Take Parkinson’s disease for example:
  • Patient with Parkinson’s disease usually present with rigidity, bradykinesia and progressive limbs tremor. We discriminate Parkinson’s disease from Parkinsonism according to clinical presentation, respond to L-dopa, MRI and Tc-99m TRODAT-SPECT.
  •  We had formed a multidisciplinary team including neurosurgeon and neurologist, provide Deep Brain Stimulation (DBS) surgery for suitable patients with Parkinson’s disease. We use frameless stereotactic guided neurosurgery which not only reduce the discomfort of patients substantially, but also increased the surgical precision. Therefore, the efficacy to improve patients’ quality of life significantly increased
Our Faculties
Physicians:
    Chou Chi-Hsiang, Chief Physician of the Neuromuscular disorders (and movement disorders) division
    Guo Yi-Jen, Chief Physician of the Movement Disorders
    Chang Ming-Hong, the former Head of Neurological Institute
    Chou Cheng-Ta, Attending physician
    Fang Ting-Chun, Attending physician
    Chao Yi-Ting, Attending physician
Case Manager:
    Chen Pin-Jing
Technician:
    Tsai Chi-Wei
Services and features
(1) Nerve conduction study and Electromyography
A. Clinical Significance:
    Nerve conduction study records the conditions of motor and sensory components of peripheral nerves. Electromyography records the muscle electric activities. Both have important value for peripheral nerve function evaluation. In clinical practice, the electrode plates are placed on the skin and electrode needle are inserted in the muscle to measure and record. It can be uncomfortable at times, but don't worry, it's harmless and even young children can be tested. During clod weather, patients should arrive at the examination room 15 to 20 minutes earlier to warm their hands and feet. This examination rarely takes more than 30 to 40 minutes.

B. Clinical Applications:
1. Detect peripheral neuropathy.
2. To study lesions at the neuromuscular junction or in the muscle itself.
3. Survey neurological and muscular dysfunction caused by metabolic diseases.
4. Detect the possibility of malingering'
5. Differentiate the lesion origin is central or peripheral nervous system.

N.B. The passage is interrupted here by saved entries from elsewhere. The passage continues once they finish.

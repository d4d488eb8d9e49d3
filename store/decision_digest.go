package store

import (
	"cmp"
	"crypto/sha256"
	"encoding/hex"
	"io"
	"slices"
	"strconv"
	"strings"

	"ringbook/snubber"
)

// TrialsDigest is the SHA-256 (FIPS 180-4), in lower-case hexadecimal, of a canonical text of the trials. It is the same
// in whatever order they come, and another when anything logged of them is another. A strike is not part of it: a trial
// that is struck stays what it was.
//
// The text is UTF-8 in lines that end with a line feed. The first is "ringbook trials 1". The trials follow in the order
// of their ids, each as the line "trial ID" and a line "NAME VALUE" for each of
//
//	board revision session at network c c_tol r r_tol esr measured_c measured_c_u probe_c bus_v current_a switching_hz
//	part note
//
// in this order, where it is stated. Then, in the order of the quantities' names, each reading: "reading QUANTITY VALUE",
// and where there are any, "u VALUE", "instrument TEXT", "from waveform" where it was computed from one, and "repeat VALUE"
// for each single value in the order read. The samples of waveforms are not part of it: the readings are what was used.
//
// Numbers are unscaled SI in the shortest decimal form that reads back as the same float64, as in the CSV, and a negative
// zero is 0; at is RFC 3339 in UTC with nine decimals; in texts \ is written \\ and a line feed \n.
func TrialsDigest(trials []snubber.Trial) string {
	texts := make([]string, len(trials))
	for i := range trials {
		texts[i] = canonical(&trials[i])
	}
	slices.Sort(texts) // each begins with its trial's id, and all ids are of one length
	h := sha256.New()
	io.WriteString(h, "ringbook trials 1\n") // a hash takes every write
	for _, text := range texts {
		io.WriteString(h, text)
	}
	return hex.EncodeToString(h.Sum(nil))
}

var oneLine = strings.NewReplacer(`\`, `\\`, "\n", `\n`)

func canonical(t *snubber.Trial) string {
	var b strings.Builder
	line := func(name, value string) {
		b.WriteString(name + " " + value + "\n")
	}
	text := func(name, value string) {
		if value != "" {
			line(name, oneLine.Replace(value))
		}
	}
	number := func(name string, value float64) {
		if value != 0 {
			line(name, decimal(value))
		}
	}
	n, p := t.Network, t.Point
	line("trial", t.ID)
	text("board", t.Board)
	text("revision", t.Revision)
	text("session", t.Session)
	if !t.At.IsZero() {
		line("at", timeText(t.At))
	}
	text("network", string(n.Kind))
	number("c", n.C)
	number("c_tol", n.CTol)
	number("r", n.R)
	number("r_tol", n.RTol)
	number("esr", n.ESR)
	number("measured_c", n.MeasuredC)
	number("measured_c_u", n.MeasuredU)
	number("probe_c", t.ProbeC)
	number("bus_v", p.BusV)
	number("current_a", p.CurrentA)
	number("switching_hz", p.SwitchingHz)
	text("part", t.Part)
	text("note", t.Note)
	readings := slices.SortedStableFunc(slices.Values(t.Readings), func(a, b snubber.Reading) int {
		return cmp.Compare(a.Quantity, b.Quantity)
	})
	for _, r := range readings {
		line("reading", string(r.Quantity)+" "+decimal(r.Value))
		number("u", r.U)
		text("instrument", r.Instrument)
		if r.FromWaveform {
			line("from", "waveform")
		}
		for _, v := range r.Repeats {
			line("repeat", decimal(v))
		}
	}
	return b.String()
}

// decimal writes a number as the CSV does; SQLite keeps no negative zero.
func decimal(v float64) string {
	if v == 0 {
		v = 0
	}
	return strconv.FormatFloat(v, 'g', -1, 64)
}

C. Preparation before inspection:
Please wear loose-fitting clothing and do not apply ointments or lotions on your hands or feet.

(2) Evoked potential
A. Clinical Significance:
Evoked potential examination can be divided into several types of sensory stimuli (mainly including: visual, auditory, and somatosensory) are used to evaluate your nervous system conduction pathways to find lesion locations.

B. Clinical Applications:
Visual evoked potential (VEP) is to detect the response of the visual conduction pathway through the change of the image on the computer screen.
Auditory evoked potential (AEP) is to stimulate the auditory pathway with sound signals, and record the responses of the auditory nerve, brainstem, and other related parts.
Somatosensory evoked potential (SSEP) is the use of low-intensity electric current to stimulate the sensory nerves of the hands or feet, to detect whether there is any abnormality in the somatosensory conduction pathway.

C. Preparation before inspection
Patients’ hair must be washed before the examination, do not use hairspray.
For patients receiving visual evoked potentials, if they have eyeglasses, please wear eyeglasses during the examination.